When you said that people want more speed out of their storage, sure, we all
want it in the abstract, but did you mean even at the cost of having less
space for a higher price?

My iMac's Fusion Drive failed, in the sense of not using the SSD at all, and I
didn't notice much difference except in specific situations, like booting, app
startup and swapping. On the whole, I wasn't any less productive or more
irritated with a hard disc. A small screen, a slower Internet connection and
having to move data back and forth to external hard discs are a bigger pain
for me than the speed of a hard disc, assuming it's 7200 RPM.

------
CleanCut
I still maintain that even I can come up with a better naming scheme than
"places in California you've never heard of."

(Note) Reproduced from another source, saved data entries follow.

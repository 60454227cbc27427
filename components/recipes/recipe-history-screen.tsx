import { Link } from 'expo-router';
import type { ReactNode } from 'react';
import { ScrollView, StyleSheet, useWindowDimensions, View } from 'react-native';
import { type UnitSystem } from '../../shared/terms/roles';
import { amountUnitLabels, substrateLabels } from '../../shared/terms/recipe';
import type { Revision } from '../../shared/schemas/recipe';
import { ApiError } from '../api/client';
import { bannerMessage } from '../api/error-messages';
import { useRecipeQuery, useRevisionsQuery } from '../api/recipes';
import { useLab } from '../lab-context';
import { colors, fonts, radius, space, WIDE_BREAKPOINT } from '../theme';
import { Banner } from '../ui/banner';
import { AppText } from '../ui/text';
import { formatDuration, formatTemperature, formatWhen, round, useUnitSystem } from '../units';

const dryingMethodWords: Record<Revision['dryingMethod'], string> = {
  air: 'Air, hanging or laid flat',
  rack: 'On a rack',
  oven: 'In an oven',
  press: 'In a press',
  other: 'Other',
};

/** One line of a revision; `raw` is what is compared with the older revision. */
type Line = {
  key: string;
  label: string;
  show: (r: Revision, system: UnitSystem) => string;
  raw: (r: Revision) => unknown;
};

const lines: Line[] = [
  {
    key: 'waterParts',
    label: 'Parts of water',
    show: (r) => (r.waterParts === null ? '–' : round(r.waterParts, 4)),
    raw: (r) => r.waterParts,
  },
  {
    key: 'mixingTemp',
    label: 'Mixing temperature',
    show: (r, s) => formatTemperature(r.mixingTempC, s),
    raw: (r) => r.mixingTempC,
  },
  {
    key: 'soak',
    label: 'Soak',
    show: (r) => formatDuration(r.soakMinutes),
    raw: (r) => r.soakMinutes,
  },
  {
    key: 'drain',
    label: 'Drain',
    show: (r) => formatDuration(r.drainMinutes),
    raw: (r) => r.drainMinutes,
  },
  {
    key: 'dryingMethod',
    label: 'Drying',
    show: (r) => dryingMethodWords[r.dryingMethod],
    raw: (r) => r.dryingMethod,
  },
  {
    key: 'dryingTime',
    label: 'Drying time',
    show: (r) => formatDuration(r.dryingMinutes),
    raw: (r) => r.dryingMinutes,
  },
  {
    key: 'dryingTemp',
    label: 'Drying temperature',
    show: (r, s) => formatTemperature(r.dryingTempC, s),
    raw: (r) => r.dryingTempC,
  },
  {
    key: 'dryingRh',
    label: 'Drying humidity',
    show: (r) => (r.dryingRhPct === null ? '–' : `${round(r.dryingRhPct, 1)} % RH`),
    raw: (r) => r.dryingRhPct,
  },
  {
    key: 'conditioning',
    label: 'Conditioning',
    show: (r) => r.conditioning ?? '–',
    raw: (r) => r.conditioning,
  },
  { key: 'notes', label: 'Notes', show: (r) => r.notes ?? '–', raw: (r) => r.notes },
];

function usage(count: number): string {
  if (count === 0) return 'Not used yet: can still be edited';
  return `Frozen: used by ${count} batch${count === 1 ? '' : 'es'}`;
}

function ChangedTag({ words = 'changed' }: { words?: string }) {
  return (
    <View style={styles.tag}>
      <AppText variant="small" style={styles.tagText}>
        {words}
      </AppText>
    </View>
  );
}

function Value({
  label,
  value,
  changed,
  testID,
}: {
  label: string;
  value: string;
  changed: boolean;
  testID: string;
}) {
  return (
    <View style={styles.value} testID={testID}>
      <AppText variant="small" tone="muted">
        {label}
      </AppText>
      <View style={styles.valueRow}>
        <AppText
          style={[styles.valueText, changed && styles.changedText]}
          testID={changed ? 'changed-value' : undefined}
        >
          {value}
        </AppText>
        {changed ? <ChangedTag /> : null}
      </View>
    </View>
  );
}

function Ingredients({ revision, older }: { revision: Revision; older: Revision | undefined }) {
  const removed = older
    ? older.ingredients.filter(
        (o) => !revision.ingredients.some((i) => i.chemicalId === o.chemicalId),
      )
    : [];
  return (
    <View style={styles.ingredients}>
      <AppText variant="label">Ingredients</AppText>
      {revision.ingredients.map((i) => {
        const before = older?.ingredients.find((o) => o.chemicalId === i.chemicalId);
        const added = older !== undefined && before === undefined;
        const changed =
          before !== undefined && (before.amount !== i.amount || before.unit !== i.unit);
        return (
          <View key={i.chemicalId} style={styles.ingredient} testID={`ingredient-${i.chemicalId}`}>
            <View style={styles.valueRow}>
              <AppText
                variant="label"
                style={[styles.valueText, (added || changed) && styles.changedText]}
              >
                {i.chemicalName}
              </AppText>
              {added ? <ChangedTag words="new" /> : null}
              {changed ? <ChangedTag /> : null}
            </View>
            <AppText style={(added || changed) && styles.changedText}>
              {round(i.amount, 4)} {amountUnitLabels[i.unit]}
            </AppText>
            <AppText variant="small" tone="muted">
              {round(i.gPer100gWater, 2)} g per 100 g water
            </AppText>
          </View>
        );
      })}
      {removed.map((o) => (
        <View key={o.chemicalId} style={styles.valueRow} testID={`removed-${o.chemicalId}`}>
          <AppText style={[styles.removed, styles.changedText]}>{o.chemicalName}</AppText>
          <ChangedTag words="removed" />
        </View>
      ))}
    </View>
  );
}

function RevisionColumn({
  revision,
  older,
  newest,
  wide,
  shown,
}: {
  revision: Revision;
  older: Revision | undefined;
  newest: boolean;
  wide: boolean;
  shown: Line[];
}) {
  const system = useUnitSystem();
  const r = revision;
  return (
    <View
      style={[styles.column, wide && styles.columnWide]}
      role="group"
      aria-label={`Revision ${r.number}`}
      testID={`revision-${r.number}`}
    >
      <View style={styles.columnHead}>
        <View style={styles.valueRow}>
          <AppText variant="heading" accessibilityRole="header" aria-level={2}>
            Revision {r.number}
          </AppText>
          {newest ? (
            <View style={styles.current}>
              <AppText variant="small" style={styles.currentText}>
                current
              </AppText>
            </View>
          ) : null}
        </View>
        <AppText variant="small">
          {formatWhen(r.createdAt)} · {r.createdBy ?? 'author unknown'}
        </AppText>
        <AppText
          variant="small"
          tone={r.batchCount > 0 ? 'ink' : 'muted'}
          testID={`revision-${r.number}-usage`}
        >
          {usage(r.batchCount)}
        </AppText>
        <AppText variant="small" tone="muted">
          {older ? `Compared with revision ${older.number}` : 'The first revision'}
        </AppText>
      </View>
      <Ingredients revision={r} older={older} />
      {shown.map((line) => (
        <Value
          key={line.key}
          label={line.label}
          value={line.show(r, system)}
          changed={older !== undefined && line.raw(older) !== line.raw(r)}
          testID={`revision-${r.number}-${line.key}`}
        />
      ))}
    </View>
  );
}

function notFound(error: unknown): boolean {
  return (
    error instanceof ApiError && (error.code === 'not_found' || error.code === 'invalid_request')
  );
}

export function RecipeHistoryScreen({ recipeId }: { recipeId: string }) {
  const { lab } = useLab();
  const wide = useWindowDimensions().width >= WIDE_BREAKPOINT;
  const recipe = useRecipeQuery(lab.id, recipeId);
  const revisions = useRevisionsQuery(lab.id, recipeId);
  const list = [...(revisions.data?.revisions ?? [])].sort((a, b) => b.number - a.number);
  const error = recipe.error ?? revisions.error;
  // Parts of water only matter to recipes given in parts by mass.
  const shown = list.some((r) => r.waterParts !== null)
    ? lines
    : lines.filter((l) => l.key !== 'waterParts');

  const back = (
    <Link
      href={`/labs/${lab.id}/recipes/${recipeId}` as never}
      testID="link-recipe"
      style={styles.link}
    >
      <AppText variant="label" style={{ color: colors.primary }}>
        ← Back to the recipe
      </AppText>
    </Link>
  );

  let body: ReactNode;
  if (error) {
    body = (
      <Banner
        tone="error"
        testID="history-error"
        message={notFound(error) ? 'This recipe is not in this lab.' : bannerMessage(error)}
      />
    );
  } else if (!revisions.data) {
    body = <AppText tone="muted">Loading the revisions…</AppText>;
  } else {
    const columns = list.map((r, index) => (
      <RevisionColumn
        key={r.id}
        revision={r}
        older={list[index + 1]}
        newest={index === 0}
        wide={wide}
        shown={shown}
      />
    ));
    body = wide ? (
      <ScrollView
        horizontal
        contentContainerStyle={styles.rowContent}
        testID="revisions"
        aria-label="Revisions, newest first"
      >
        {columns}
      </ScrollView>
    ) : (
      <View style={styles.stack} testID="revisions">
        {columns}
      </View>
    );
  }

  return (
    <View style={styles.screen}>
      {back}
      <AppText variant="title" accessibilityRole="header" aria-level={1} testID="section-title">
        Recipe history
      </AppText>
      {recipe.data ? (
        <AppText testID="history-recipe">
          {recipe.data.name} · {substrateLabels[recipe.data.substrate]} ·{' '}
          {recipe.data.revisionCount === 1
            ? 'one revision'
            : `${recipe.data.revisionCount} revisions`}
        </AppText>
      ) : null}
      <AppText tone="muted">
        Newest first. Values that differ from the revision before are in bold and marked. Once a
        batch uses a revision it is frozen, and an edit makes a new one.
      </AppText>
      {body}
    </View>
  );
}

const styles = StyleSheet.create({
  screen: { gap: space.lg },
  link: { paddingVertical: space.xs },
  stack: { gap: space.lg },
  rowContent: { gap: space.md, paddingBottom: space.sm, alignItems: 'flex-start' },
  column: {
    backgroundColor: colors.surface,
    borderColor: colors.line,
    borderWidth: 1,
    borderRadius: radius.md,
    padding: space.lg,
    gap: space.md,
  },
  columnWide: { width: 300 },
  columnHead: {
    gap: 2,
    paddingBottom: space.sm,
    borderBottomWidth: 1,
    borderBottomColor: colors.line,
  },
  current: {
    backgroundColor: colors.navActiveBg,
    borderRadius: radius.sm,
    paddingHorizontal: space.sm,
  },
  currentText: { color: colors.navActiveText, fontFamily: fonts.semibold },
  ingredients: { gap: space.sm },
  ingredient: {
    gap: 0,
    paddingLeft: space.sm,
    borderLeftWidth: 3,
    borderLeftColor: colors.line,
  },
  value: { gap: 0 },
  valueRow: { flexDirection: 'row', alignItems: 'center', flexWrap: 'wrap', gap: space.sm },
  valueText: { flexShrink: 1 },
  changedText: { fontFamily: fonts.bold },
  removed: { textDecorationLine: 'line-through', flexShrink: 1 },
  tag: {
    backgroundColor: '#E8F1F3',
    borderColor: colors.primary,
    borderWidth: 1,
    borderRadius: radius.sm,
    paddingHorizontal: space.xs,
  },
  tagText: { color: colors.primary, fontSize: 12, lineHeight: 16, fontFamily: fonts.semibold },
});
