import { router } from 'expo-router';
import { useEffect, useMemo, useState } from 'react';
import { Controller, useFieldArray, useForm, type Path } from 'react-hook-form';
import { StyleSheet, View } from 'react-native';
import type { BatchPlanRequest } from '../../shared/schemas/batch';
import {
  amountUnitLabels,
  amountUnits,
  dryingMethods,
  substrateLabels,
  substrates,
} from '../../shared/terms/recipe';
import type { Recipe } from '../../shared/schemas/recipe';
import { useBatchPlanQuery, useChemicalsQuery, useSaveRecipeMutation } from '../api/recipes';
import { bannerMessage } from '../api/error-messages';
import { useSchemaKit } from '../schemas';
import { ApiError, schemaKit } from '../api/client';
import { PlanView } from '../batches/plan-view';
import { useLab } from '../lab-context';
import { space } from '../theme';
import { Banner } from '../ui/banner';
import { Button } from '../ui/button';
import { Card } from '../ui/card';
import { Choice } from '../ui/choice';
import { TextField } from '../ui/text-field';
import { AppText } from '../ui/text';
import { useUnitSystem } from '../units';
import {
  emptyRecipeForm,
  formFromRevision,
  formPath,
  toRecipeInput,
  type RecipeFormValues,
} from './recipe-form';

const dryingLabels: Record<(typeof dryingMethods)[number], string> = {
  air: 'Air, hanging',
  rack: 'Flat on a rack',
  oven: 'Oven',
  press: 'Pressed',
  other: 'Other',
};

function useDebounced<T>(value: T, ms: number): T {
  const [current, setCurrent] = useState(value);
  useEffect(() => {
    const timer = setTimeout(() => setCurrent(value), ms);
    return () => clearTimeout(timer);
  }, [value, ms]);
  return current;
}

/** Write or edit a recipe, with the calculator showing 1 L (or 1 US gal) of it as you type. */
export function RecipeEditor({ recipe }: { recipe?: Recipe }) {
  const { lab } = useLab();
  const units = useUnitSystem();
  const chemicals = useChemicalsQuery(lab.id);
  const save = useSaveRecipeMutation(lab.id, recipe?.id);
  const [banner, setBanner] = useState<string>();
  const form = useForm<RecipeFormValues>({
    defaultValues: recipe
      ? formFromRevision(recipe.name, recipe.substrate, recipe.current, units)
      : emptyRecipeForm(units),
  });
  const ingredients = useFieldArray({ control: form.control, name: 'ingredients' });
  const values = useDebounced(JSON.stringify(form.watch()), 400);
  const kit = useSchemaKit();

  const previewRequest = useMemo<BatchPlanRequest | undefined>(() => {
    if (!kit) return undefined;
    const parsed = toRecipeInput(
      JSON.parse(values) as RecipeFormValues,
      units,
      kit.recipeInputSchema,
    );
    if (!parsed.ok) return undefined;
    const { ingredients: list, waterParts, mixingTempC } = parsed.input;
    return {
      ingredients: list,
      ...(waterParts !== undefined ? { waterParts } : {}),
      mixingTempC,
      storageTempC: 20,
      target: { basis: 'water_volume', millilitres: units === 'us' ? 3785.411784 : 1000 },
    };
  }, [values, units, kit]);
  const preview = useBatchPlanQuery(lab.id, previewRequest);

  const chemicalOptions = (chemicals.data?.chemicals ?? []).map((c) => ({
    value: c.id,
    label: c.name,
  }));
  const usesParts = form.watch('ingredients').some((i) => i.unit === 'parts');
  const tempUnit = units === 'us' ? '°F' : '°C';
  const frozen = recipe && recipe.current.batchCount > 0;

  const submit = form.handleSubmit(async (v) => {
    setBanner(undefined);
    let schema;
    try {
      schema = (await schemaKit()).recipeInputSchema;
    } catch (err) {
      setBanner(bannerMessage(err));
      return;
    }
    const parsed = toRecipeInput(v, units, schema);
    if (!parsed.ok) {
      for (const e of parsed.errors)
        form.setError(e.path as Path<RecipeFormValues>, { message: e.message });
      setBanner('Please check the fields marked below.');
      return;
    }
    try {
      const saved = await save.mutateAsync(parsed.input);
      router.replace(`/labs/${lab.id}/recipes/${saved.id}` as never);
    } catch (err) {
      if (err instanceof ApiError) {
        for (const f of err.fields)
          form.setError(formPath(f.path) as Path<RecipeFormValues>, { message: f.message });
      }
      setBanner(bannerMessage(err));
    }
  });

  const field = (
    name: Path<RecipeFormValues>,
    label: string,
    extra: { hint?: string; numeric?: boolean; multiline?: boolean } = {},
  ) => (
    <Controller
      control={form.control}
      name={name}
      render={({ field: f, fieldState }) => (
        <TextField
          label={label}
          hint={extra.hint}
          value={String(f.value ?? '')}
          onChangeText={f.onChange}
          onBlur={f.onBlur}
          error={fieldState.error?.message}
          inputMode={extra.numeric ? 'decimal' : undefined}
          multiline={extra.multiline}
          testID={`field-${name}`}
        />
      )}
    />
  );

  return (
    <View style={styles.screen}>
      <AppText variant="title" accessibilityRole="header" aria-level={1} testID="section-title">
        {recipe ? `Edit ${recipe.name}` : 'New recipe'}
      </AppText>
      {frozen ? (
        <Banner
          tone="info"
          message={`Revision ${recipe.current.number} is used by a batch, so it stays as it is: saving makes revision ${recipe.current.number + 1}.`}
        />
      ) : null}
      {banner ? <Banner tone="error" message={banner} testID="form-banner" /> : null}
      <Card title="Recipe">
        {field('name', 'Name')}
        <AppText variant="label">Intended substrate</AppText>
        <Controller
          control={form.control}
          name="substrate"
          render={({ field: f }) => (
            <Choice
              label="Intended substrate"
              options={substrates.map((s) => ({ value: s, label: substrateLabels[s] }))}
              value={f.value}
              onChange={f.onChange}
              testID="substrate"
            />
          )}
        />
      </Card>
      <Card title="What to dissolve">
        {ingredients.fields.map((item, index) => (
          <View key={item.id} style={styles.ingredient} testID={`ingredient-${index}`}>
            <AppText variant="label">Chemical {index + 1}</AppText>
            <Controller
              control={form.control}
              name={`ingredients.${index}.chemicalId`}
              render={({ field: f, fieldState }) => (
                <View style={{ gap: 4 }}>
                  <Choice
                    label={`Chemical ${index + 1}`}
                    options={chemicalOptions}
                    value={f.value}
                    onChange={f.onChange}
                    testID={`ingredient-${index}-chemical`}
                  />
                  {fieldState.error ? (
                    <AppText variant="small" tone="danger" role="alert">
                      {fieldState.error.message}
                    </AppText>
                  ) : null}
                </View>
              )}
            />
            {field(`ingredients.${index}.amount`, 'Amount', { numeric: true })}
            <Controller
              control={form.control}
              name={`ingredients.${index}.unit`}
              render={({ field: f }) => (
                <Choice
                  label="Unit"
                  options={amountUnits.map((u) => ({ value: u, label: amountUnitLabels[u] }))}
                  value={f.value}
                  onChange={f.onChange}
                  testID={`ingredient-${index}-unit`}
                />
              )}
            />
            {ingredients.fields.length > 1 ? (
              <Button
                label="Remove this chemical"
                tone="secondary"
                compact
                onPress={() => ingredients.remove(index)}
              />
            ) : null}
          </View>
        ))}
        <Button
          label="Add a chemical"
          tone="secondary"
          compact
          onPress={() =>
            ingredients.append({ chemicalId: '', amount: '', unit: 'g_per_100g_water' })
          }
          testID="add-ingredient"
        />
        {usesParts
          ? field('waterParts', 'Parts of water', {
              numeric: true,
              hint: 'In the same parts as the chemicals, e.g. 100.',
            })
          : null}
        {field('mixingTemp', `Water temperature for mixing (${tempUnit})`, { numeric: true })}
      </Card>
      <Card title="Soak, drain, dry">
        {field('soakMinutes', 'Soak time (minutes)', { numeric: true })}
        {field('drainMinutes', 'Drain time (minutes)', { numeric: true })}
        <AppText variant="label">Drying</AppText>
        <Controller
          control={form.control}
          name="dryingMethod"
          render={({ field: f }) => (
            <Choice
              label="Drying"
              options={dryingMethods.map((d) => ({ value: d, label: dryingLabels[d] }))}
              value={f.value}
              onChange={f.onChange}
              testID="drying-method"
            />
          )}
        />
        {field('dryingHours', 'Drying time (hours)', { numeric: true })}
        {field('dryingTemp', `Drying temperature (${tempUnit}, optional)`, { numeric: true })}
        {field('dryingRhPct', 'Drying humidity (% RH, optional)', { numeric: true })}
        {field('conditioning', 'Conditioning before testing', {
          hint: 'For example 24 h at 23 °C and 50 % RH.',
        })}
        {field('notes', 'Notes', { multiline: true })}
      </Card>
      <Card
        title={units === 'us' ? 'Calculator: 1 US gallon of water' : 'Calculator: 1 litre of water'}
        testID="recipe-preview"
      >
        {preview.data && previewRequest ? (
          <PlanView plan={preview.data} units={units} compact />
        ) : preview.error ? (
          <Banner tone="caution" message={bannerMessage(preview.error)} />
        ) : (
          <AppText tone="muted">Choose a chemical and an amount to see what to weigh.</AppText>
        )}
        <AppText variant="small" tone="muted">
          Checked at storage 20 °C (68 °F). The batch screen checks your own storage temperature.
        </AppText>
      </Card>
      <Button
        label={recipe ? 'Save the recipe' : 'Save the new recipe'}
        onPress={() => void submit()}
        busy={save.isPending}
        testID="save-recipe"
      />
    </View>
  );
}

const styles = StyleSheet.create({
  screen: { gap: space.lg },
  ingredient: { gap: space.sm, paddingBottom: space.md },
});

[https://medium.com/@nathanstocks/dear-apple-your-naming-
sche...](https://medium.com/@nathanstocks/dear-apple-your-naming-scheme-
stinks-here-let-me-fix-it-for-you-d4dd697c51a8)

------
Larrikin
Can anyone confirm that they finally fixed the bug prevents an ethernet
connected computer from becoming a hotspot?

------
kunthar
slightly off topic but we should have alternates lik puri.sm guys. if the
privacy is quite important at this age, their slick linux hardware woth to
look at it.

------
likelynew
There are only two hard things in Computer Science..

------
IgorPartola
Off topic: can I just say how much I hate TechCrunch articles? Clearly poorly
and hastily written, with grammar issues, calling HEVC a "container" format,
and WTF is a "Thunderbolt 3 enclosure" when it comes to external graphics
cards? Like I get it, first to market wins the ad clicks, but come on. Do we
have to keep upvoting this crap on HN?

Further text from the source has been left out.